Application Release Coordination - DevOps Blog
Bridging the Gap Between Application Development and IT Operations

Release Coordination

DevOps addresses the hidden risks for the business (part 1)

If the CEO or GM of a business unit producing software using agile in a modern development, operations and QA structure, were to sit in on a release coordination meeting, they'd wonder what decade they'd been transported back to. They'd sit in a room full of folks -- expensive staff, folks like developers, MBA project and product management, QA and IT support folks, a marketing person or two and some extras -- and they'd watch them all gather over a set of spreadsheets and post-it notes and . . . basically decide the future of the company by planning the release steps of its products.
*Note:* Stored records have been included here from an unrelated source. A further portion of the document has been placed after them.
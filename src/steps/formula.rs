//! Formula trees: what a step computes, as data.
//!
//! One tree is evaluated, shown in symbols, shown with numbers, and computed
//! again by whoever doubts it. Evaluation keeps both tails wherever a formula
//! has them, so that `1 - x` never loses digits of a probability.

use crate::engine::at_least;
use crate::engine::network::Limits;
use crate::number::{Chance, Real};
use crate::system::network::Network;
use std::sync::Arc;

/// Which tail of a step's result a formula uses.
#[derive(Clone, Copy, PartialEq, Eq, Hash, Debug)]
pub enum Side {
    /// Probability that it works.
    Works,
    /// Probability that it fails.
    Fails,
}

impl Side {
    /// `R` or `F`.
    pub fn letter(self) -> char {
        match self {
            Side::Works => 'R',
            Side::Fails => 'F',
        }
    }

    /// The side of a chance.
    pub fn of(self, chance: Chance) -> Real {
        match self {
            Side::Works => chance.works(),
            Side::Fails => chance.fails(),
        }
    }
}

/// A formula.
#[derive(Clone, PartialEq, Debug)]
pub enum Formula {
    /// A datum, as a symbol with its value: `t`, 4000, `4000 h`.
    Datum {
        /// How it stands in the formula in symbols.
        symbol: String,
        /// Its value in base units.
        value: Real,
        /// 1 − value, where the datum says it exactly.
        complement: Option<Real>,
        /// How it stands in the formula with numbers.
        text: String,
        /// How the note has it, where that is something else: `18 /Mh`.
        written: Option<String>,
    },
    /// The result of an earlier step, one side of it.
    Step(usize, Side),
    /// A whole number.
    Whole(u32),
    /// a + b + …
    Sum(Vec<Formula>),
    /// a · b · …
    Product(Vec<Formula>),
    /// a / b
    Quotient(Box<Formula>, Box<Formula>),
    /// 1 − a
    OneMinus(Box<Formula>),
    /// exp(−a)
    ExpMinus(Box<Formula>),
    /// a^b
    Power(Box<Formula>, Box<Formula>),
    /// Binomial coefficient.
    Choose(u32, u32),
    /// −a
    Negate(Box<Formula>),
    /// `exp`, `ln`, `log10`, `sqrt`, `min`, `max` of figures.
    Function(&'static str, Vec<Formula>),
    /// P(at least k of these independent things work), `Works`; its complement, `Fails`.
    AtLeast(u32, Vec<usize>, Side),
    /// P(enough ends of a network are reached), `Works`; its complement, `Fails`.
    /// The number at a stop is a place in this list of steps.
    Network(Arc<Network>, Vec<usize>, Side),
}

/// Both tails of a formula's value; the second is known where the formula has it.
pub type Tails = (Real, Option<Real>);

impl Formula {
    /// A product, or its only factor.
    pub fn product(mut factors: Vec<Formula>) -> Formula {
        if factors.len() == 1 { factors.remove(0) } else { Formula::Product(factors) }
    }

    /// A sum, or its only term.
    pub fn sum(mut terms: Vec<Formula>) -> Formula {
        if terms.len() == 1 { terms.remove(0) } else { Formula::Sum(terms) }
    }

    /// `base^power`, or the base where the power is 1.
    pub fn power(base: Formula, power: u32) -> Formula {
        if power == 1 { base } else { Formula::Power(Box::new(base), Box::new(Formula::Whole(power))) }
    }

    /// 1 − this.
    pub fn one_minus(self) -> Formula {
        Formula::OneMinus(Box::new(self))
    }

    /// The value, from the results of earlier steps.
    ///
    /// Recursion is as deep as the formula, which a step keeps small.
    pub fn evaluate(&self, results: &[Chance]) -> Tails {
        match self {
            Formula::Datum { value, complement, .. } => (*value, *complement),
            Formula::Step(step, side) => {
                let chance = results[*step];
                let (a, b) = (chance.works(), chance.fails());
                if *side == Side::Works { (a, Some(b)) } else { (b, Some(a)) }
            }
            Formula::Whole(n) => (Real::from(*n), None),
            Formula::Sum(terms) => {
                (terms.iter().fold(Real::ZERO, |sum, t| sum + t.evaluate(results).0), None)
            }
            Formula::Product(factors) => product(factors.iter().map(|f| f.evaluate(results))),
            Formula::Quotient(a, b) => (a.evaluate(results).0 / b.evaluate(results).0, None),
            Formula::OneMinus(a) => match a.evaluate(results) {
                (value, Some(complement)) => (complement, Some(value)),
                (value, None) => (Real::ONE - value, Some(value)),
            },
            Formula::ExpMinus(a) => {
                let chance = Chance::from_hazard(a.evaluate(results).0);
                (chance.works(), Some(chance.fails()))
            }
            Formula::Power(a, b) => power(a.evaluate(results), b.evaluate(results).0),
            Formula::Choose(n, k) => (choose(*n, *k), None),
            Formula::Negate(a) => (-a.evaluate(results).0, None),
            Formula::Function(name, args) => {
                let values: Vec<Real> = args.iter().map(|a| a.evaluate(results).0).collect();
                (function(name, &values), None)
            }
            Formula::AtLeast(need, members, side) => {
                let chances: Vec<Chance> = members.iter().map(|m| results[*m]).collect();
                tails(at_least::at_least(*need as usize, &chances), *side)
            }
            Formula::Network(network, members, side) => {
                let chances: Vec<Chance> = members.iter().map(|m| results[*m]).collect();
                tails(network.frontier(&chances, &Limits::default()).middle(), *side)
            }
        }
    }

    /// The numbers of the steps that it uses, each once, rising.
    pub fn uses(&self) -> Vec<usize> {
        let mut found = Vec::new();
        self.collect(&mut found);
        found.sort_unstable();
        found.dedup();
        found
    }

    /// Data that the note writes in another way than the formula with numbers
    /// does: `λ = 18 /Mh = 1.8e-5 /h`, each once.
    pub fn data(&self) -> Vec<String> {
        let mut found = Vec::new();
        self.collect_data(&mut found);
        found
    }

    fn collect_data(&self, found: &mut Vec<String>) {
        match self {
            Formula::Datum { symbol, text, written: Some(written), .. } => {
                let line = if symbol == written {
                    format!("{symbol} = {text}")
                } else {
                    format!("{symbol} = {written} = {text}")
                };
                if !found.contains(&line) {
                    found.push(line);
                }
            }
            Formula::Datum { .. }
            | Formula::Whole(_)
            | Formula::Choose(..)
            | Formula::Step(..)
            | Formula::AtLeast(..)
            | Formula::Network(..) => {}
            Formula::Sum(list) | Formula::Product(list) | Formula::Function(_, list) => {
                list.iter().for_each(|f| f.collect_data(found));
            }
            Formula::Quotient(a, b) | Formula::Power(a, b) => {
                a.collect_data(found);
                b.collect_data(found);
            }
            Formula::OneMinus(a) | Formula::ExpMinus(a) | Formula::Negate(a) => a.collect_data(found),
        }
    }

    fn collect(&self, found: &mut Vec<usize>) {
        match self {
            Formula::Datum { .. } | Formula::Whole(_) | Formula::Choose(..) => {}
            Formula::Step(step, _) => found.push(*step),
            Formula::Sum(list) | Formula::Product(list) => list.iter().for_each(|f| f.collect(found)),
            Formula::Quotient(a, b) | Formula::Power(a, b) => {
                a.collect(found);
                b.collect(found);
            }
            Formula::OneMinus(a) | Formula::ExpMinus(a) | Formula::Negate(a) => a.collect(found),
            Formula::Function(_, args) => args.iter().for_each(|f| f.collect(found)),
            Formula::AtLeast(_, members, _) | Formula::Network(_, members, _) => found.extend(members),
        }
    }
}

fn tails(chance: Chance, side: Side) -> Tails {
    match side {
        Side::Works => (chance.works(), Some(chance.fails())),
        Side::Fails => (chance.fails(), Some(chance.works())),
    }
}

/// A product with both tails where every factor has them: 1 − ab = (1−a) + a(1−b).
fn product(factors: impl Iterator<Item = Tails>) -> Tails {
    let mut done: Tails = (Real::ONE, Some(Real::ZERO));
    for (value, complement) in factors {
        let other = match (done.1, complement) {
            (Some(a), Some(b)) => Some(a + done.0 * b),
            _ => None,
        };
        done = (done.0 * value, other);
    }
    done
}

fn power((base, complement): Tails, exponent: Real) -> Tails {
    match complement {
        Some(complement) if base <= Real::ONE && !base.is_negative() => {
            let chance = Chance::new(base, complement).power(exponent);
            (chance.works(), Some(chance.fails()))
        }
        _ => (base.powf(exponent), None),
    }
}

fn function(name: &str, values: &[Real]) -> Real {
    let first = values.first().copied().unwrap_or(Real::ZERO);
    match name {
        "exp" => first.exp(),
        "ln" => first.ln(),
        "log10" => first.log10(),
        "sqrt" => first.sqrt(),
        "min" => values.iter().copied().fold(first, Real::min),
        _ => values.iter().copied().fold(first, Real::max),
    }
}

/// n over k by its product, exact while it fits 106 bits.
fn choose(n: u32, k: u32) -> Real {
    let k = k.min(n - k);
    let mut value = Real::ONE;
    for i in 0..k {
        value = value * Real::from(n - i) / Real::from(i + 1);
    }
    value
}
They'd see these meetings happen weekly or more as product development and release details are communicated and coordinated using very old -- and poorly suited -- techniques and technologies indeed.



So, yes, they'd think they'd fallen backwards in time, as they wouldn't recognize the painful, time-consuming, staffing hours consuming sink-hole of a practice that defines most release coordination today. They'd see their multi-million and billion dollar business managed at the grass-root level by developers, MBAs and DBAs working in real-time on multi-layer spreadsheets. Using two-hundred dollar tools to attempt to manage billion dollar processes.
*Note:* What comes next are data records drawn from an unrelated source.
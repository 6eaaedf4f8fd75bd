//! Steps as text: formulas in symbols and with numbers.

use super::formula::{Formula, Side};
use super::list::{Outcome, Rule, Step, StepList};
use crate::number::{Chance, format_fails, format_number, format_works};
use crate::source::Sources;
use crate::system::network::Network;

/// Relative error that a step's printed digits allow for; the engine's is far smaller.
const BOUND: f64 = 1e-25;

/// A step's parts as text.
#[derive(Clone, PartialEq, Debug)]
pub struct Shown {
    /// The thing.
    pub thing: String,
    /// `line 12`, `Power!C7`, or empty.
    pub place: String,
    /// Rule and source.
    pub rule: &'static str,
    /// Published source of the rule.
    pub source: &'static str,
    /// `R(feed)`, the left side.
    pub left: String,
    /// The formula in symbols.
    pub symbols: String,
    /// The same with numbers.
    pub numbers: String,
    /// Data that the note writes in another way: `λ = 18 /Mh = 1.8e-5 /h`.
    pub data: Vec<String>,
    /// The result of the printed side, or the figure.
    pub result: String,
    /// The other side, with its letter: `F = 0.01430`; empty for a figure.
    pub other: String,
    /// Steps that it rests on, counted from 1.
    pub rests_on: Vec<usize>,
}

/// One side of a chance in `digits` digits of the smaller side.
pub fn side_text(side: Side, chance: Chance, digits: u8) -> String {
    let text = match side {
        Side::Works => format_works(chance, digits, BOUND),
        Side::Fails => format_fails(chance, digits, BOUND),
    };
    text.unwrap_or_else(|| "~".to_string())
}

/// The parts of every step.
pub fn shown(list: &StepList, sources: &Sources, digits: u8) -> Vec<Shown> {
    list.steps.iter().map(|step| show(list, step, sources, digits)).collect()
}

fn show(list: &StepList, step: &Step, sources: &Sources, digits: u8) -> Shown {
    let formula = step.formula();
    let render = |numbers: bool| Renderer { list, numbers, digits }.text(formula, 0);
    let (left, result, other) = match &step.outcome {
        Outcome::Chance(chance) => {
            let other = if step.shown == Side::Works { Side::Fails } else { Side::Works };
            // A datum stands as it is given, without zeros that say nothing.
            let side = |side| match step.rule {
                Rule::Given => given_text(side, *chance, digits),
                _ => side_text(side, *chance, digits),
            };
            (
                format!("{}({})", step.shown.letter(), step.symbol),
                side(step.shown),
                format!("{} = {}", other.letter(), side(other)),
            )
        }
        Outcome::Figure(value, unit) => {
            let number = format_number(*value, digits, BOUND).unwrap_or_else(|| "~".to_string());
            let result = if unit.is_empty() { number } else { format!("{number} {unit}") };
            (step.thing.clone(), result, String::new())
        }
    };
    let place = step.place.filter(|p| sources.find(*p).is_some()).map_or(String::new(), |p| sources.words(p));
    Shown {
        thing: step.thing.clone(),
        place,
        rule: step.rule.name(),
        source: step.rule.source(),
        left,
        symbols: render(false),
        numbers: render(true),
        data: formula.data(),
        result,
        other,
        rests_on: formula.uses().into_iter().map(|s| s + 1).collect(),
    }
}

struct Renderer<'a> {
    list: &'a StepList,
    numbers: bool,
    digits: u8,
}

/// A probability as given: in as few digits as say all of it, else as any other.
fn given_text(side: Side, chance: Chance, digits: u8) -> String {
    let whole = super::build::trimmed(&side_text(side, chance, 15));
    let usual = side_text(side, chance, digits);
    if whole.len() <= usual.len() { whole } else { usual }
}

/// The most factors and terms that are written in full, and how many stand
/// before the gap in a longer row.
const FACTORS: usize = 12;
const TERMS: usize = 16;
const ENDS: usize = 3;

/// Binding strength of what stands around: a sum inside a product needs parentheses.
const SUM: u8 = 1;
const PRODUCT: u8 = 2;
const POWER: u8 = 3;

impl Renderer<'_> {
    fn text(&self, formula: &Formula, around: u8) -> String {
        let (text, own) = match formula {
            Formula::Datum { symbol, text, .. } => {
                let shown = if self.numbers { text } else { symbol };
                (shown.clone(), if self.numbers && text.contains(' ') { PRODUCT } else { POWER + 1 })
            }
            Formula::Step(step, side) => (self.step(*step, *side), self.step_binding(*step, *side)),
            Formula::Whole(n) => (n.to_string(), POWER + 1),
            Formula::Sum(terms) => match terms.as_slice() {
                [a, Formula::Negate(b)] => {
                    (format!("{} - {}", self.text(a, SUM), self.text(b, PRODUCT)), SUM)
                }
                _ => (self.joined(terms, " + ", SUM, TERMS), SUM),
            },
            Formula::Product(factors) => (self.joined(factors, " · ", PRODUCT, FACTORS), PRODUCT),
            Formula::Quotient(a, b) => {
                (format!("{} / {}", self.text(a, PRODUCT), self.text(b, POWER)), PRODUCT)
            }
            Formula::OneMinus(a) => (format!("1 - {}", self.text(a, PRODUCT)), SUM),
            Formula::Negate(a) => (format!("-{}", self.text(a, PRODUCT)), SUM),
            Formula::ExpMinus(a) => (format!("exp(-{})", self.text(a, PRODUCT)), POWER + 1),
            Formula::Power(a, b) => {
                (format!("{}^{}", self.text(a, POWER + 1), self.text(b, POWER + 1)), POWER)
            }
            Formula::Choose(n, k) => (format!("C({n}, {k})"), POWER + 1),
            Formula::Function(name, args) => {
                (format!("{name}({})", self.joined(args, ", ", 0, usize::MAX)), POWER + 1)
            }
            Formula::AtLeast(need, members, side) => (self.at_least(*need, members, *side), POWER + 1),
            Formula::Network(network, members, side) => (self.network(network, members, *side), POWER + 1),
        };
        let less = matches!(formula, Formula::OneMinus(_)) || text.starts_with("1 - ");
        if own < around || (own == around && own == SUM && less) { format!("({text})") } else { text }
    }

    /// The parts, those in the middle of more than `most` left out and counted.
    fn joined(&self, parts: &[Formula], between: &str, around: u8, most: usize) -> String {
        let text = |p: &Formula| self.text(p, around);
        if parts.len() <= most {
            return parts.iter().map(text).collect::<Vec<_>>().join(between);
        }
        let mut shown: Vec<String> = parts[..ENDS].iter().map(text).collect();
        shown.push(format!("… ({} more)", parts.len() - ENDS - 1));
        shown.extend(parts.last().map(text));
        shown.join(between)
    }

    fn step(&self, step: usize, side: Side) -> String {
        let found = &self.list.steps[step];
        match (&found.outcome, self.numbers) {
            // The formula with numbers must show what it was computed with.
            (Outcome::Chance(chance), true) if found.rule == Rule::Given => {
                given_text(side, *chance, self.digits)
            }
            (Outcome::Chance(chance), true) => side_text(side, *chance, self.digits),
            _ => format!("{}({})", side.letter(), found.symbol),
        }
    }

    /// `1 - 6.4e-93` among factors needs parentheses.
    fn step_binding(&self, step: usize, side: Side) -> u8 {
        if self.step(step, side).contains(" - ") && self.numbers { SUM } else { POWER + 1 }
    }

    fn network(&self, network: &Network, members: &[usize], side: Side) -> String {
        let names: Vec<String> = members.iter().map(|m| self.step(*m, Side::Works)).collect();
        let n = names.len();
        let of = if n <= FACTORS {
            names.join(", ")
        } else {
            format!("{}, … ({} more), {}", names[..ENDS].join(", "), n - ENDS - 1, names[n - 1])
        };
        let what = match (network.ends.len(), network.need) {
            (1, _) => "a way leads".to_string(),
            (ends, need) if ends == need as usize => "ways lead to all ends".to_string(),
            (ends, need) => format!("ways lead to {need} of {ends} ends"),
        };
        match side {
            Side::Works => format!("P({what} through {of})"),
            Side::Fails => format!("P(not: {what} through {of})"),
        }
    }

    fn at_least(&self, need: u32, members: &[usize], side: Side) -> String {
        let n = members.len();
        let names: Vec<String> = members.iter().map(|m| self.step(*m, Side::Works)).collect();
        let alike = members.iter().all(|m| *m == members[0]);
        let of = if alike {
            format!("{n} × {}", names[0])
        } else if n <= FACTORS {
            names.join(", ")
        } else {
            format!("{}, … ({} more), {}", names[..ENDS].join(", "), n - ENDS - 1, names[n - 1])
        };
        match side {
            Side::Works => format!("P(at least {need} of {n} work: {of})"),
            Side::Fails => format!("P(fewer than {need} of {n} work: {of})"),
        }
    }
}
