//! Steps: formula trees and their renderings.
//!
//! A step is data first: a formula for each tail, whose value is the step's
//! result. Text, Markdown and JSON are drawn from the same list.

mod build;
mod formula;
mod json;
mod list;
mod names;
mod render;

pub(crate) use build::plain;
pub use build::{Written, write};
pub use formula::{Formula, Side, Tails};
pub use json::json;
pub use list::{Outcome, Rule, Step, StepList};
pub use names::{folded, listed};
pub use render::{Shown, shown, side_text};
They'd see the DevOps gap in terms of salaries paid to expensive talent to sit in a room while a RC or a project manager or equivalent goes through the meeting by making notations in spreadsheets and post-it notes and a notepad for follow-up to get answers that weren't available during the meeting. He'd see IT explain why they couldn't provision everything development wanted and development explain why the release delayed because QA and IT had coordination problems. He'd take the 10 to 20 staff headcount and the process and see that the core of his business, producing product to be sold and installed and counted as revenue, was really more a sort of wonky professional coincidence of deliverables than scientific process.



The CEO would leave the meeting in a state of shock, probably even wondering if he needed to report the state of "DevOps" in his organization to the board, because frankly the DevOps gap is material information on the state of the business. That is, if the CEO ever found out how release management works in an organization that isn't DevOps savvy.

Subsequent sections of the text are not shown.